TurboEdit: Text-Based Image Editing Using Few-Step Diffusion Models

Anonymous Authors

TL;DR: We enable text-based image editing using 3-4 step diffusion models.



Teaser.

Abstract

Diffusion models have opened the path to a wide range of text-based image editing frameworks. However, these typically build on the multi-step nature of the diffusion backwards process, and adapting them to distilled, fast- sampling methods has proven surprisingly challenging. Here, we focus on a popular line of text-based editing frameworks - the “edit-friendly” DDPM-noise inversion approach. We analyze its application to fast sampling methods and categorize its failures into two classes: the appearance of visual artifacts, and insufficient editing strength. We trace the artifacts to mismatched noise statistics between inverted noises and the expected noise schedule, and suggest a shifted noise schedule which corrects for this offset. To increase editing strength, we propose a pseudo-guidance approach that efficiently increases the magnitude of edits without introducing new artifacts. All in all, our method enables text-based image editing with as few as three diffusion steps, while providing novel insights into the mechanisms behind popular text-based editing approaches.

What is this about?

We apply text-based editing methods like Edit-Friendly DDPM inversion to SDXL-Turbo and discover two shortcomings: (1) the appearance of visual artifacts, and (2) insufficient editing strength.

We trace the artifacts to misaligned noise statistics, and propose a time-shifting method to correct them. To improve editing strength, we analyze the Edit-Friendly equations and show that they can be broken into two components - one responsible for shifting the image between prompts, and one for shifting it between diffusion trajectories. We rescale the cross-prompt term and demonstrate that it increases editability without introducing novel artifacts. For additional details please see the paper.

Fixing Visual Artifacts

Following Edit-Friendly, we observe that the noise statistics of the inverted noise-maps deviate significantly from the expected values at each step. In many-step diffusion models, these statistics tend to converge towards the end of the diffusion proccess, and the model can deal with any artifacts introduced along the way. With SDXL-Turbo, these steps are entirely skipped, and artifacts remain.

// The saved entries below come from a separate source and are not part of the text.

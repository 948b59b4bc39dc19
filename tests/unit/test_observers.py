"""What the observers of the panel add up, against slow ways to the same, and whatever the cut into chunks."""

from __future__ import annotations

import json
import math
from decimal import ROUND_DOWN, ROUND_HALF_UP, Context, Decimal
from typing import Any

import numpy as np
import pandas as pd
import pytest
from hypothesis import given, settings
from hypothesis import strategies as st
from tests.unit.chunk_examples import MONTHS, chunk_of, cut, draw_panel, trading_days

from lineproof.intake.observers import (
    OBSERVERS,
    evidence,
    start_observers,
)
from lineproof.intake.observers.distribution import SHARES
from lineproof.intake.observers.largest import N_SHOWN
from lineproof.intake.observers.significant import N_BINS, ZERO_BIN, bin_of, value_of
from lineproof.periods import Periods

DAYS = trading_days("1999-11-15", "2000-02-10")
CASES = [(seed, MONTHS) for seed in range(6)] + [(seed, DAYS) for seed in range(3)]


def observe(chunks: list[Any], periods: Periods = MONTHS) -> dict[str, Any]:
    observers = start_observers(periods)
    for chunk in chunks:
        for observer in observers.values():
            observer.see(chunk)
    return evidence(observers)


@pytest.fixture(params=CASES, ids=lambda case: f"{case[1].noun}-{case[0]}", scope="module")
def case(request: pytest.FixtureRequest) -> tuple[pd.DataFrame, Periods, dict[str, Any]]:
    seed, periods = request.param
    panel = draw_panel(seed, periods=periods)
    return panel, periods, observe([chunk_of(panel)], periods)


def years(panel: pd.DataFrame) -> pd.Series:
    return panel["day"].dt.year


def test_alive_counts_rows_with_a_return(case) -> None:
    panel, periods, found = case
    every = range(panel["period"].min(), panel["period"].max() + 1)
    expected = panel.groupby("period")["total_return"].count().reindex(every, fill_value=0)
    said = found["alive"]
    assert said["periods"] == [periods.name(number) for number in expected.index]
    assert said["alive"] == expected.tolist()


def test_entries_and_exits_leave_out_the_ends_of_the_data(case) -> None:
    panel, _, found = case
    ends = {"entries": ("first", panel["period"].min()), "exits": ("last", panel["period"].max())}
    for name, (which, excepted) in ends.items():
        rows = panel.groupby("security").agg(which)
        rows = rows[rows["period"] != excepted]
        expected = years(rows).value_counts()
        assert found["alive"][name] == [
            expected.get(year, 0) for year in range(years(panel).min(), years(panel).max() + 1)
        ]


def test_coverage_counts_values_by_year_and_column(case) -> None:
    panel, _, found = case
    said = found["coverage"]
    assert said["years"] == list(range(years(panel).min(), years(panel).max() + 1))
    expected = panel.assign(
        **{"return": panel["total_return"], "sector": panel["sector"].where(panel["sector"] != "")}
    ).groupby(years(panel))
    assert said["n_rows"] == expected.size().reindex(said["years"], fill_value=0).tolist()
    assert list(said["columns"]) == ["return", "size", "price", "sector"]
    for name, counts in said["columns"].items():
        assert counts == expected[name].count().reindex(said["years"], fill_value=0).tolist(), name


def cut_off(value: float) -> float:
    """Four significant digits towards zero, by decimal arithmetic; twelve digits of a float are meant."""
    exact = Context(prec=12, rounding=ROUND_HALF_UP).create_decimal(repr(value))
    return float(Context(prec=4, rounding=ROUND_DOWN).plus(exact))


def test_distribution_by_decade(case) -> None:
    panel, _, found = case
    decades = dict(list(panel.groupby(years(panel) // 10 * 10)["total_return"]))
    assert [each["decade"] for each in found["distribution"]] == sorted(decades)
    for said in found["distribution"]:
        returns = decades[said["decade"]]
        held = returns.dropna()
        counts = {"n": len(held), "n_missing": returns.isna().sum(), "n_zero": (held == 0).sum()}
        assert {key: said[key] for key in counts} == counts
        assert (said["min"], said["max"]) == (held.min(), held.max())
        mean = math.fsum(held) / len(held)
        # one rounding of the exact sum, one of the division; and the mean is rounded before it is taken off
        assert said["mean"] == pytest.approx(mean, rel=4e-16, abs=1e-18)
        sd = math.sqrt(math.fsum((each - mean) ** 2 for each in held) / (len(held) - 1))
        assert said["sd"] == pytest.approx(sd, rel=1e-14)
        exact = np.quantile(held, SHARES, method="inverted_cdf")
        assert said["quantiles"] == {
            str(share): cut_off(value) for share, value in zip(SHARES, exact.tolist(), strict=True)
        }


def test_standard_deviation_of_equal_returns_is_zero() -> None:
    panel = draw_panel(1).assign(total_return=0.1)  # 0.1² is not a float
    found = [each["sd"] for each in observe([chunk_of(panel)])["distribution"]]
    # what is rounded off is summed, and that sum is rounded: some eps² a row of the square, under the root
    assert max(found) < 0.1 * math.sqrt(len(panel)) * np.finfo(float).eps


@pytest.mark.parametrize("sign", [1, -1], ids=["positive", "negative"])
def test_largest_returns_with_their_neighbours(case, sign: int) -> None:
    panel, _, found = case
    neighbours = panel.groupby("security")[["day", "total_return", "price"]]
    before, after = neighbours.shift(1), neighbours.shift(-1)
    order = panel.assign(size=-sign * panel["total_return"])
    order = order[order["size"] < 0].sort_values(["size", "security", "period"]).head(N_SHOWN)
    expected = [
        {"security": panel.at[row, "security"], **said(panel, row)}
        | {"before": said(before, row), "after": said(after, row)}
        for row in order.index
    ]
    assert found["largest"]["positive" if sign > 0 else "negative"] == expected


def said(rows: pd.DataFrame, row: int) -> dict[str, Any] | None:
    day, value, price = rows.loc[row, ["day", "total_return", "price"]]
    if pd.isna(day):
        return None
    found = None if np.isnan(value) else value
    return {"date": str(day.date()), "return_": found, "price": price}


@settings(max_examples=60, deadline=None)
@given(
    seed=st.integers(0, 10_000),
    at=st.sets(st.integers(1, 11)),
    daily=st.booleans(),
)
def test_the_cut_into_chunks_changes_no_bit(seed: int, at: set[int], daily: bool) -> None:
    periods = DAYS if daily else MONTHS
    panel = draw_panel(seed, periods=periods)
    whole, parts = observe([chunk_of(panel)], periods), observe(cut(panel, at), periods)
    assert json.dumps(whole) == json.dumps(parts)


def test_results_are_plain_json_even_of_nothing() -> None:
    nothing = chunk_of(draw_panel(1).iloc[:0])
    for chunks in ([], [nothing]):
        found = observe(chunks)
        assert json.loads(json.dumps(found, allow_nan=False)) == found
        assert list(found) == list(OBSERVERS)
    unknown = observe([chunk_of(draw_panel(1).assign(total_return=np.nan))])
    assert json.loads(json.dumps(unknown, allow_nan=False)) == unknown
    assert unknown["distribution"][0]["mean"] is None


def test_returns_beyond_what_a_float_can_square_are_no_traceback() -> None:
    panel = draw_panel(2)
    panel.loc[[3, 4], "total_return"] = [1e200, np.inf]
    found = observe([chunk_of(panel)])
    assert json.dumps(found, allow_nan=False)
    assert found["largest"]["positive"][0]["return_"] == 1e200
    assert None in [each["sd"] for each in found["distribution"]]


def test_memory_does_not_grow_with_the_rows() -> None:
    """The bins of a decade, the periods and the twenty largest are all that is kept."""
    panel = draw_panel(3)
    few, many = start_observers(MONTHS), start_observers(MONTHS)
    for observers, times in ((few, 1), (many, 30)):
        for observer in observers.values():
            for _ in range(times):
                observer.see(chunk_of(panel))
    sizes = [
        {name: kept(observer) for name, observer in observers.items()} for observers in (few, many)
    ]
    assert sizes[0] == sizes[1]


def kept(thing: Any) -> int:
    """Numbers held by an object, in arrays and lists at any depth."""
    if isinstance(thing, np.ndarray):
        return thing.size
    if isinstance(thing, list):
        return len(thing)
    parts = thing.values() if isinstance(thing, dict) else vars(thing).values()
    return sum(
        kept(part)
        for part in parts
        if isinstance(part, np.ndarray | list | dict)
        or type(part).__module__.startswith("lineproof.intake.observers")
    )


def bin_at(value: float) -> int:
    return bin_of(value, int(np.array([value]).view(np.int64)[0] >> 52) & 2047)


@settings(max_examples=400, deadline=None)
@given(st.floats(1e-9, 9.999e7), st.sampled_from([1, -1]))
def test_a_bin_is_four_significant_digits(size: float, sign: int) -> None:
    value = sign * size
    assert value_of(bin_at(value)) in {cut_off(value), cut_off(value * (1 + 1e-12))}


def test_bins_are_in_the_order_of_their_values() -> None:
    places = np.arange(0, N_BINS, 37)
    values = [value_of(place) for place in places.tolist()]
    assert values == sorted(values)
    assert [bin_at(value) for value in values] == places.tolist()
    assert value_of(ZERO_BIN) == value_of(bin_at(-0.0)) == value_of(bin_at(1e-12)) == 0.0
    assert (value_of(bin_at(1e300)), value_of(bin_at(-np.inf))) == (9.999e7, -9.999e7)


@settings(max_examples=200, deadline=None)
@given(st.integers(-99_999, 99_999), st.integers(2, 7))
def test_three_digits_round_as_the_value_itself_does(digits: int, places: int) -> None:
    """Even where a value as typed lies half-way between two numbers of three digits."""
    value = float(f"{digits}e-{places}")
    rounding = Context(prec=3, rounding=ROUND_HALF_UP)
    kept = Decimal(repr(value_of(bin_at(value))))
    assert rounding.plus(kept) == rounding.plus(Decimal(repr(value)))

We observe that the misaligned statistics are roughly time-shifted, with noise statistics matching the expected values at roughly 200 steps earlier. Hence, we simply provide both the scheduler and the model with a timestep parameter which is also shifted by 200 steps, eliminating the domain gap.
Edit-Friendly inversion with SDXL-Turbo leads to noise statistics (red) which are misaligned with the expected values (green). We propose a simple time-shift approach to re-align them (blue, purple), greatly reducing artifacts.

Pseudo-guidance

We analyze the Edit-Friendly equations and demonstrate that they can be decomposted into two terms - one which controls the strength of the prompt, and another which shifts the original images to a new trajectory. We propose to apply a CFG-style rescaling only to the prompt term, and demonstrate that it can indeed improve editing strength without introducing new artifacts. Please see the paper for more details.
Editing results when scaling the cross-prompt ($w_p$, columns) and the cross-trajectory ($w_t$, rows) terms. Scaling only the cross-prompt term leads to improved editing results, without artifacts.

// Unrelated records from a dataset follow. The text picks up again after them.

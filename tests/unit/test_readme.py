"""The README shows a study file that can be used as it stands."""

from __future__ import annotations

import re
from pathlib import Path

from lineproof.study import load_study

README = Path(__file__).parents[2] / "README.md"


def test_the_study_file_of_the_readme_is_sound(tmp_path: Path) -> None:
    (block,) = re.findall(r"```yaml\n(.*?)```", README.read_text(encoding="utf-8"), re.DOTALL)
    for name in ("returns.csv", "market.csv", "bills.csv"):
        (tmp_path / name).write_text("x", encoding="utf-8")
    (tmp_path / "study.yaml").write_text(block, encoding="utf-8")
    study = load_study(tmp_path / "study.yaml")
    assert (study.name, study.frequency, list(study.sorts)) == ("mine", "monthly", ["ten"])
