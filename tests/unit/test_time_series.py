"""Time-series regressions: worked by hand, against single least squares, and at the limits."""

from __future__ import annotations

import numpy as np
import pytest

from lineproof.stats import Undefined
from lineproof.stats.time_series import (
    Regression,
    correlation,
    r_squared,
    regress,
    residual_autocorrelation,
    residual_sd,
    standard_errors,
)

# Four months, worked by hand: mean market .5, its squares about the mean sum to 5; with the returns
# they give beta 6/5 and alpha 1.5 - 1.2 x .5; residuals .3, .1, -1.1, .7, squares summing to 1.8.
MARKET = np.array([[-1.0], [0.0], [1.0], [2.0]])
RETURNS = np.array([[0.0], [1.0], [1.0], [4.0]])
# Hand-worked numbers have few operations: a handful of roundings.
EXACT = 1e-13
# Another algorithm for the same least squares.
CLOSE = 1e-10


@pytest.fixture
def worked() -> Regression:
    return regress(RETURNS, MARKET)


def _data(
    seed: int, n_periods: int, n_assets: int, n_factors: int
) -> tuple[np.ndarray, np.ndarray]:
    rng = np.random.default_rng(seed)
    factors = rng.normal(0.005, 0.04, (n_periods, n_factors))
    betas = rng.uniform(0.3, 1.6, (n_factors, n_assets))
    return 0.001 + factors @ betas + rng.normal(0.0, 0.03, (n_periods, n_assets)), factors


def test_coefficients_worked_by_hand(worked: Regression) -> None:
    np.testing.assert_allclose(worked.coefficients[:, 0], [0.9, 1.2], rtol=EXACT)
    np.testing.assert_allclose(worked.residuals[:, 0], [0.3, 0.1, -1.1, 0.7], rtol=EXACT)
    assert (worked.n_periods, worked.n_assets, worked.n_factors, worked.df) == (4, 1, 1, 2)


def test_moments_divide_by_the_number_of_months(worked: Regression) -> None:
    assert worked.residual_covariance[0, 0] == pytest.approx(1.8 / 4, rel=EXACT)
    assert worked.factor_covariance[0, 0] == pytest.approx(5.0 / 4, rel=EXACT)
    assert worked.return_covariance[0, 0] == pytest.approx(9.0 / 4, rel=EXACT)


@pytest.mark.parametrize(
    ("kind", "variance"),
    [
        ("classical", 0.9 / 5),
        ("hc0", 1.61 / 25),
        ("hc1", 1.61 / 25 * 4 / 2),
        # Leverages .7, .3, .3, .7.
        ("hc2", (0.2025 / 0.3 + 0.0025 / 0.7 + 0.3025 / 0.7 + 1.1025 / 0.3) / 25),
        ("hc3", (0.2025 / 0.09 + 0.0025 / 0.49 + 0.3025 / 0.49 + 1.1025 / 0.09) / 25),
        # Scores -.45, -.05, -.55, 1.05: products of neighbours sum to -.5275; twice half of that.
        ("hac", (1.61 - 0.5275) / 25),
    ],
)
def test_standard_error_of_beta_worked_by_hand(
    worked: Regression, kind: str, variance: float
) -> None:
    assert standard_errors(worked, kind, 1)[1, 0] == pytest.approx(np.sqrt(variance), rel=EXACT)


def test_standard_error_of_alpha_worked_by_hand(worked: Regression) -> None:
    # s^2 (1/T + mean^2 / 5) = .9 (.25 + .05)
    assert standard_errors(worked, "classical", 0)[0, 0] == pytest.approx(np.sqrt(0.27), rel=EXACT)


def test_summaries_worked_by_hand(worked: Regression) -> None:
    assert r_squared(worked)[0] == pytest.approx(0.8, rel=EXACT)
    assert correlation(worked)[0] == pytest.approx(np.sqrt(0.8), rel=EXACT)
    assert residual_sd(worked)[0] == pytest.approx(np.sqrt(0.9), rel=EXACT)
    # (.3 x .1 - .1 x 1.1 - 1.1 x .7) / 1.8
    assert residual_autocorrelation(worked)[0] == pytest.approx(-0.85 / 1.8, rel=EXACT)


def test_a_falling_asset_has_a_negative_correlation() -> None:
    assert correlation(regress(-RETURNS, MARKET))[0] == pytest.approx(-np.sqrt(0.8), rel=EXACT)


@pytest.mark.parametrize("n_factors", [1, 3])
def test_every_asset_equals_its_own_least_squares(n_factors: int) -> None:
    returns, factors = _data(5, 70, 6, n_factors)
    found = regress(returns, factors)
    design = np.column_stack([np.ones(70), factors])
    for asset in range(6):
        expected, *_ = np.linalg.lstsq(design, returns[:, asset], rcond=None)
        np.testing.assert_allclose(found.coefficients[:, asset], expected, rtol=CLOSE)
        total = ((returns[:, asset] - returns[:, asset].mean()) ** 2).sum()
        left = ((returns[:, asset] - design @ expected) ** 2).sum()
        assert r_squared(found)[asset] == pytest.approx(1 - left / total, rel=CLOSE)
        assert residual_sd(found)[asset] == pytest.approx(
            np.sqrt(left / (69 - n_factors)), rel=CLOSE
        )
    np.testing.assert_allclose(found.bread, np.linalg.inv(design.T @ design), rtol=CLOSE)


def test_an_asset_that_is_the_market_leaves_exact_zeros() -> None:
    _, factors = _data(6, 50, 1, 1)
    found = regress(np.hstack([factors, 2.0 * factors]), factors)
    assert not found.residuals.any()
    np.testing.assert_array_equal(standard_errors(found, "hc3", 0), 0.0)
    np.testing.assert_array_equal(r_squared(found), 1.0)
    assert np.isnan(residual_autocorrelation(found)).all()


def test_a_constant_return_has_no_r_squared() -> None:
    _, factors = _data(7, 50, 1, 1)
    found = regress(np.full((50, 1), 0.1), factors)
    assert np.isnan(r_squared(found)).all()
    assert np.isnan(correlation(found)).all()


def test_too_few_months() -> None:
    with pytest.raises(Undefined, match="needs at least 3 complete periods, has 2"):
        regress(np.zeros((2, 1)), np.array([[0.1], [0.2]]))
    assert regress(RETURNS[:3], MARKET[:3]).df == 1


@pytest.mark.parametrize("constant", [0.0, 0.1])
def test_a_market_that_does_not_vary(constant: float) -> None:
    with pytest.raises(Undefined, match="the market return does not vary"):
        regress(np.zeros((9, 1)), np.full((9, 1), constant))


def test_factors_that_are_combinations_of_each_other() -> None:
    _, factors = _data(8, 50, 1, 2)
    redundant = np.column_stack([factors, factors @ [1.0, -2.0]])
    with pytest.raises(Undefined, match="combination of the others"):
        regress(np.zeros((50, 1)), redundant)


def test_faulty_calls_are_refused() -> None:
    with pytest.raises(ValueError, match="same T"):
        regress(RETURNS, MARKET[:3])
    with pytest.raises(ValueError, match="complete"):
        regress(np.where(RETURNS == 4.0, np.nan, RETURNS), MARKET)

Edit Friendly and Delta Denoising Score equivalence

Our investigation into the Edit-Friendly DDPM proccess reveals that it shares similar form to the corrections employed by Delta Denoising Score. Surprisingly, we prove that under an appropriate choice of learning rates and time-step sampling, the two methods are functionally equivalent and create the exact same results. This finding can also be extended to the recent Posterior Distillation Sampling (PDS) method, if applied to image editing.


Results

Text-based editing results generated using our method with SDXL-Turbo and 4 steps.

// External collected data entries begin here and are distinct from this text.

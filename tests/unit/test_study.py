"""The study file: everything wrong with it is said at once, each with its line, what was found and what to change."""

from __future__ import annotations

import textwrap
from pathlib import Path

import pytest

from lineproof.problems import KnownProblem
from lineproof.study import load_study

GOOD = textwrap.dedent(
    """\
    study: {name: mine, title: My study}
    data:
      returns:
        file: returns.csv
        columns: {security: id, date: date, return: ret, size: cap}
      market: {file: market.csv, columns: {date: month, return: mkt}}
      riskless: {file: bills.csv, columns: {date: month, rate: bill}}
    betas:
      monthly60: {window: 60, min: 24}
    portfolios:
      ten: {rank_on: monthly60}
    subperiods:
      full: {}
    """
)


@pytest.fixture
def folder(tmp_path: Path) -> Path:
    """A folder with the raw files that GOOD names, empty."""
    for name in ("returns.csv", "market.csv", "bills.csv"):
        (tmp_path / name).touch()
    return tmp_path


def write(folder: Path, text: str) -> Path:
    path = folder / "mine.yaml"
    path.write_text(text, encoding="utf-8")
    return path


def problems(folder: Path, text: str) -> list[str]:
    """The problems found in a study file, each as its text."""
    with pytest.raises(KnownProblem) as caught:
        load_study(write(folder, text))
    assert "nothing was run" in caught.value.headline or "cannot be read" in caught.value.headline
    return [str(problem) for problem in caught.value.problems]


def changed(*edits: tuple[str, str]) -> str:
    text = GOOD
    for old, new in edits:
        assert old in text, old
        text = text.replace(old, new)
    return text


def test_defaults_are_those_of_the_schema(folder: Path) -> None:
    study = load_study(write(folder, GOOD))
    assert (study.level, study.hac_lag, study.market_is, study.riskless_quoted) == (
        0.05,
        None,
        "total",
        "period_return",
    )
    assert study.returns.unit == "decimal"
    assert study.returns.missing == ("", "NA")
    ten = study.sorts["ten"]
    assert (ten.design, ten.groups, ten.weights, ten.form_month, ten.hold) == (
        "single_window",
        10,
        "equal",
        12,
        12,
    )
    assert (study.paper.main, study.paper.main_subperiod) == ("ten", "full")
    assert study.demo is None


def test_paths_are_relative_to_the_study_file(folder: Path) -> None:
    study = load_study(write(folder, GOOD))
    assert Path(study.returns.file) == (folder / "returns.csv").resolve()
    assert study.returns.label == "returns.csv"


@pytest.mark.parametrize(
    ("edit", "expected"),
    [
        (
            ("window: 60", "windw: 60"),
            "mine.yaml, line 9, betas.monthly60.windw: unknown key 'windw'\n    → did you mean window?",
        ),
        (
            ("{rank_on: monthly60}", "{rank_on: monthly60, weights: equl}"),
            "mine.yaml, line 11, portfolios.ten.weights: 'equl' is not one of the choices\n    → did you mean equal?",
        ),
        (
            ("window: 60", "window: sixty"),
            "mine.yaml, line 9, betas.monthly60.window: found 'sixty'\n    → give a whole number",
        ),
        (
            ("window: 60", "window: 1"),
            "mine.yaml, line 9, betas.monthly60.window: 1 is out of range\n"
            "    → give at least 2 and at most 600 months",
        ),
        (
            ("min: 24", "min: 70"),
            "mine.yaml, line 9, betas.monthly60.min: min 70 is longer than the window of 60 months\n"
            "    → lower min or lengthen window",
        ),
        (
            ("rank_on: monthly60", "rank_on: monthly36"),
            "mine.yaml, line 11, portfolios.ten.rank_on: 'monthly36' is not declared under betas\n"
            "    → did you mean monthly60?",
        ),
        (
            ("full: {}", "full: {from: 1990-01, to: 1980-12}"),
            "mine.yaml, line 13, subperiods.full: runs backwards, from 1990-01 to 1980-12\n    → swap from and to",
        ),
        (
            ("full: {}", "full: {split: 2, every: 5}"),
            "mine.yaml, line 13, subperiods.full: has both split and every\n    → keep one of the two",
        ),
        (
            ("name: mine", "name: ../mine"),
            "mine.yaml, line 1, study.name: '../mine' does not fit\n"
            "    → Short name; results go to `results/<name>/`.",
        ),
        (
            ("study: {", "study: {level: .nan, "),
            "mine.yaml, line 1, study.level: not a finite number\n    → give a finite number",
        ),
        (
            ("study: {", "study: {level: .inf, "),
            "mine.yaml, line 1, study.level: not a finite number\n    → give a finite number",
        ),
        (
            ("  full: {}", "  Full: {}"),
            "mine.yaml, line 13, subperiods.Full: 'Full' cannot be a name\n"
            "    → a name starts with a small letter, then small letters, digits, _ or - only",
        ),
        (
            ("file: market.csv", "file: markets.csv"),
            "mine.yaml, line 6, data.market.file: there is no file markets.csv\n    → did you mean market.csv?",
        ),
    ],
)
def test_one_problem_is_said_with_its_place(
    folder: Path, edit: tuple[str, str], expected: str
) -> None:
    assert problems(folder, changed(edit)) == [expected]


def test_all_problems_are_said_at_once_in_the_order_of_the_file(folder: Path) -> None:
    text = changed(
        ("title: My study", "titel: My study"),
        ("window: 60", "windw: 60"),
        ("{rank_on: monthly60}", "{rank_on: monthly60, groups: 1}"),
    )
    found = problems(folder, text)
    assert [line.split(":")[0] for line in found] == [
        "mine.yaml, line 1, study.titel",
        "mine.yaml, line 1, study",
        "mine.yaml, line 9, betas.monthly60.windw",
        "mine.yaml, line 11, portfolios.ten.groups",
    ]


def test_references_that_lead_nowhere_are_all_said(folder: Path) -> None:
    text = changed(("rank_on: monthly60", "rank_on: m60")) + textwrap.dedent(
        """\
        intake:
          screens: [{column: pric, at_least: 1}]
        paper: {main: tenn, main_subperiod: ful}
        """
    )
    assert [found.split("\n")[0] for found in problems(folder, text)] == [
        "mine.yaml, line 11, portfolios.ten.rank_on: 'm60' is not declared under betas",
        "mine.yaml, line 15, intake.screens.0.column: 'pric' is not among data.returns.columns",
        "mine.yaml, line 16, paper.main: 'tenn' is not declared under portfolios",
        "mine.yaml, line 16, paper.main_subperiod: 'ful' is not declared under subperiods",
    ]


def test_a_key_that_stands_twice_is_said(folder: Path) -> None:
    text = changed(("  full: {}", "  full: {}\n  full: {from: 1990-01}"))
    assert problems(folder, text) == [
        "mine.yaml, line 14, subperiods.full: this key stands twice\n    → keep one of the two"
    ]


def test_options_of_another_design_are_refused(folder: Path) -> None:
    text = changed(("{rank_on: monthly60}", "{design: supplied, groups: 5}"))
    assert [found.split("\n")[0] for found in problems(folder, text)] == [
        "mine.yaml, line 11, portfolios.ten: the key 'columns' is missing",
        "mine.yaml, line 11, portfolios.ten: the key 'file' is missing",
        "mine.yaml, line 11, portfolios.ten.groups: design supplied does not use 'groups'",
    ]


def test_weights_by_size_need_a_size(folder: Path) -> None:
    text = changed(
        (", size: cap", ""), ("{rank_on: monthly60}", "{rank_on: monthly60, weights: size}")
    )
    assert problems(folder, text)[0].startswith(
        "mine.yaml, line 11, portfolios.ten.weights: weights by size need a size column"
    )


@pytest.mark.parametrize(
    ("text", "expected"),
    [
        ("a: [1,\n", "not YAML"),
        ("- just\n- a list\n", "not a mapping of keys"),
        ("", "not a mapping of keys"),
        ("study: {name: x\n\tbad: y}", "not YAML"),
    ],
)
def test_what_is_no_study_file_is_said(folder: Path, text: str, expected: str) -> None:
    assert expected in problems(folder, text)[0]


def test_a_missing_study_file_is_said(tmp_path: Path) -> None:
    with pytest.raises(KnownProblem, match="no such file"):
        load_study(tmp_path / "none.yaml")


def test_a_study_file_that_is_not_text_is_said(tmp_path: Path) -> None:
    path = tmp_path / "bytes.yaml"
    path.write_bytes(b"\xff\xfe\x00")
    with pytest.raises(KnownProblem, match="cannot be read"):
        load_study(path)


def test_dates_with_a_day_are_refused_with_the_form_wanted(folder: Path) -> None:
    found = problems(folder, changed(("full: {}", "full: {from: 1990-01-31}")))
    assert found[0].startswith("mine.yaml, line 13, subperiods.full.from: found 1990-01-31")
    assert "YYYY-MM" in found[0]


def test_the_demo_study_is_sound() -> None:
    study = load_study(Path(__file__).parents[2] / "config" / "kestrel.yaml")
    assert study.demo is not None
    assert all(study.is_made(source) for source in study.sources().values())


def test_what_is_sound_is_checked_further_although_another_section_is_not(folder: Path) -> None:
    text = changed(
        ("window: 60", "windw: 60"),
        ("file: bills.csv", "file: bill.csv"),
        ("full: {}", "full: {split: 2, every: 5}"),
    )
    assert [found.split("\n")[0] for found in problems(folder, text)] == [
        "mine.yaml, line 7, data.riskless.file: there is no file bill.csv",
        "mine.yaml, line 9, betas.monthly60.windw: unknown key 'windw'",
        "mine.yaml, line 13, subperiods.full: has both split and every",
    ]


@pytest.mark.parametrize(
    ("edit", "place"),
    [
        (
            ("subperiods:", "intake: {screens: [{column: size, at_least: .nan}]}\nsubperiods:"),
            "intake.screens.0.at_least",
        ),
        (
            ("subperiods:", "intake: {screens: [{column: size, in: [1, -.inf]}]}\nsubperiods:"),
            "intake.screens.0.in.1",
        ),
        (("window: 60", "window: .inf"), "betas.monthly60.window"),
    ],
)
def test_numbers_are_finite_wherever_they_stand(
    folder: Path, edit: tuple[str, str], place: str
) -> None:
    (found,) = problems(folder, changed(edit))
    assert f"{place}: not a finite number\n    → give a finite number" in found


@pytest.mark.parametrize(
    ("span", "expected"),
    [
        ("first: 2024-01, last: 1950-01", "runs backwards, from 2024-01 to 1950-01"),
        ("first: 2000-02, last: 2004-12", "2000-02 to 2004-12 is 59 months"),
    ],
)
def test_a_demo_market_needs_its_months(folder: Path, span: str, expected: str) -> None:
    found = problems(folder, changed(("data:\n", f"demo: {{{span}}}\ndata:\n")))
    assert expected in "\n".join(found)
    assert "demo" in found[0]


def test_a_demo_study_reads_only_what_the_demo_makes(
    folder: Path, monkeypatch: pytest.MonkeyPatch
) -> None:
    """Not even where an earlier run, or another program, left a file of that name."""
    monkeypatch.chdir(folder)
    raw = folder / "results" / "mine" / "raw"
    raw.mkdir(parents=True)
    (raw / "retruns.csv").touch()
    text = changed(
        ("data:\n", "demo: {}\ndata:\n"), ("returns.csv", "results/mine/raw/retruns.csv")
    )
    (found,) = problems(folder, text)
    assert "there is no file results/mine/raw/retruns.csv\n    → did you mean returns.csv?" in found
    right = text.replace("retruns", "returns")
    assert load_study(write(folder, right)).returns.label == "results/mine/raw/returns.csv"


@pytest.mark.parametrize(
    ("edit", "place"),
    [
        (("size: cap", "size: ret"), "data.returns.columns.size: 'ret' is the column of 'return'"),
        (("return: mkt", "return: month"), "data.market.columns.return: 'month' is the column of"),
    ],
)
def test_one_column_is_not_two_things(folder: Path, edit: tuple[str, str], place: str) -> None:
    (found,) = problems(folder, changed(edit))
    assert place in found


def test_a_column_may_serve_a_screen_as_well(folder: Path) -> None:
    columns = load_study(
        write(folder, changed(("size: cap", "size: cap, value: cap")))
    ).returns.columns
    assert columns["value"] == columns["size"]


def test_a_ranking_without_any_betas_says_where_to_declare_them(folder: Path) -> None:
    text = changed(("betas:\n  monthly60: {window: 60, min: 24}\n", ""))
    assert (
        "'monthly60' is not declared under betas\n    → declare it there"
        in problems(folder, text)[0]
    )


def test_a_folder_is_no_study_file(tmp_path: Path) -> None:
    with pytest.raises(KnownProblem, match="a folder\n    → give the study file itself"):
        load_study(tmp_path)


def test_a_byte_that_is_not_utf8_is_said_with_its_line(tmp_path: Path) -> None:
    path = tmp_path / "mine.yaml"
    path.write_bytes(GOOD.replace("My study", "Meine Studie \xfc").encode("latin-1"))
    with pytest.raises(KnownProblem, match=r"mine\.yaml, line 1: a byte that is not UTF-8: 0xfc"):
        load_study(path)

Comparisons to Prior Work (Multi-step)

We compare our 4-step results to the existing state-of-the-art editing approaches in the many-step regieme. Our method can achieve better or comparable quality to the state-of-the-art, but it does so x6 faster than the fastest baseline, and up to x630 when compared to the top scoring method.

Comparisons to Prior Work (Few-step)

We further compare our method to few-step alternatives. We can better maintain the original image content while matching the semantic intent of the edit. Our method also avoids the visual artifacts that appear in the baseline Edit-Friendly approach.

More results

Additional text-based editing results generated using our method with SDXL-Turbo and 4 steps.